Figure 4. Aggregate uncertainty shocks on aggregate unemployment. Notes: This figure compares the IRFs of a one-standard-deviation aggregate uncertainty shock in the GVAR model to the VAR model. The GVAR IRFs are the weighted response of each state unemployment to an aggregate uncertainty shock in the GVAR model, where the aggregate shock is defined in equation (12) through using population weights. The VAR IRFs are constructed via the Cholesky decomposition where uncertainty is placed first. Unemployment is defined as the quarterly change in unemployment rate. The confidence interval is the bootstrapped IRFs at
$\pm 1$
s.d.
Although the effects of the respective uncertainty shocks on unemployment in both the aggregate model and the disaggregate model are similar, we find that the impact of an aggregate uncertainty shock in the disaggregate model is significantly smaller than in the aggregate model when we look at the peak response of unemployment. We find that the quarterly change in unemployment rate in the disaggregate model goes up by 0.015% point at peak, compared to 0.045% point in the aggregate model. Since unemployment is modeled as the quarterly change in the unemployment rate, we could recover the response of the actual unemployment rate to provide intuitive interpretations on the effect of uncertainty shocks. We find that the peak effect of uncertainty shock in the disaggregate GVAR model causes the unemployment rate to go up by 0.1% points. On the other hand, the unemployment rate goes up by 0.28% points in the aggregate model at peak. These findings are within the bounds of the measures documented in the literature.Footnote 20
On the whole, even after assigning uncertainty to have maximum effects due to the time-ordering assumption, our results are shown to be at the more conservative end of the impact of uncertainty on economic activity. In terms of the dynamics, both impulse responses tend to start dying away after 2 years, although, the GVAR model, despite providing a smaller peak response effect, shows a far more prolonged process of dissemination of the initial shock taking approximately double the time of the impulse response from the VAR model which rapidly disseminates after approximately 2 years.

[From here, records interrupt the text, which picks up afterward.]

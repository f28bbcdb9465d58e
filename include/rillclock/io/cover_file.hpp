#pragma once

#include <cstdint>
#include <filesystem>
#include <memory>
#include <optional>
#include <string>

#include "rillclock/core/notice.hpp"
#include "rillclock/io/reference_system.hpp"
#include "rillclock/raster/blocks.hpp"

namespace rillclock {

/// How a raster of classes is opened.
struct CoverOptions {
    std::optional<int> band = {};   ///< from 1; needed only where the file has several
    std::string role = "cover";     ///< "cover" or "soil", for messages and the codes of notices
    std::string band_key = "band";  ///< what states the band, for messages
};

/// A raster of classes, of land cover or soil, seen through another grid.
struct CoverFile {
    /// Class of each cell of the target grid; `no_class` outside the file and where it has nodata.
    std::unique_ptr<BlockSource<std::int32_t>> source;
    ReferenceSystem system;  ///< the file's own
    Grid file_grid;          ///< the file's own
    Notices notices;
};

/// Opens a raster of classes on any grid and in any reference system, to be sampled onto `target` while it is read.
///
/// The class of a target cell is that of the cover cell that holds its centre. Where the two systems give the target's
/// places the same coordinates (`same_coordinates`), nothing is transformed; otherwise centres are, exactly or with an
/// error under a hundredth of a cover cell. The answer does not depend on the windows asked for. Memory: 64 MB above
/// what is asked for.
///
/// Throws Error (inputs) as `open_elevation` does for files that cannot be used, where the two do not overlap at all,
/// and while reading where a class is not a whole number of 32 bits.
[[nodiscard]] CoverFile open_cover(const std::filesystem::path& path, const CoverOptions& options, const Grid& target,
                                   const ReferenceSystem& target_system);

}  // namespace rillclock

In sum, both modeling frameworks point to the significant effect of uncertainty on unemployment. The use of an aggregate model, however, shown to be misspecified in the previous section, accordingly averages over relevant feedbacks and interactions through the process of aggregation in the analysis of the impact of uncertainty on the economy and therefore overestimates the effects of uncertainty shocks relative to the disaggregate model. The aggregate model also underestimates the time it takes for the uncertainty shock to work its way through the system. As a result, the disaggregate model shows the effect of an uncertainty shock on unemployment to be statistically and significantly smaller than that according to the aggregate model and with a relatively far more prolonged dynamic response.

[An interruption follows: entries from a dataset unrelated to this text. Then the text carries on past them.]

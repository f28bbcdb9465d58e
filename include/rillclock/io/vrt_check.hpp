#pragma once

#include <filesystem>

namespace rillclock {

/// Whether a file is a virtual raster: XML that names other files as its tiles.
[[nodiscard]] bool is_virtual_raster(const std::filesystem::path& path);

/// Refuses virtual rasters that do more than put local raster files together, before anything of them is opened.
///
/// Throws Error (inputs), naming the tile, where a tile is missing, is not a plain local file (an address, an archive,
/// a text), is read as raw bytes or through a pixel function, or where virtual rasters name each other in a circle or
/// more than 8 deep.
void check_virtual_raster(const std::filesystem::path& path);

}  // namespace rillclock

We close this section by observing whether there are any spatial patterns apparent in the heterogeneous responses of state-level unemployment to an aggregate uncertainty shock. In a heatmap of the USA, Figure 5 presents the median estimate of the peak response of state-level unemployment to a one-standard-deviation aggregate uncertainty shock. We find that unemployment increases in all states in response to an increase in US-wide uncertainty. The findings are also consistent to those documented in Mumtaz et al. (Reference Mumtaz, Sunder-Plassmann and Theophilopoulou2018) who find that real income declines in all states in response to an increase in US-wide uncertainty (even without accommodating for state-level uncertainty). The figure also shows that the magnitude of the increase in unemployment is largest in the coastal states. On the other hand, unemployment in more central states in the USA seems to be less affected. These heterogeneous responses in the response of unemployment to uncertainty shocks could potentially be driven by cross-state variations in financial and fiscal conditions, the industry mix, and the labor market. We investigate this in more detail in Section 5.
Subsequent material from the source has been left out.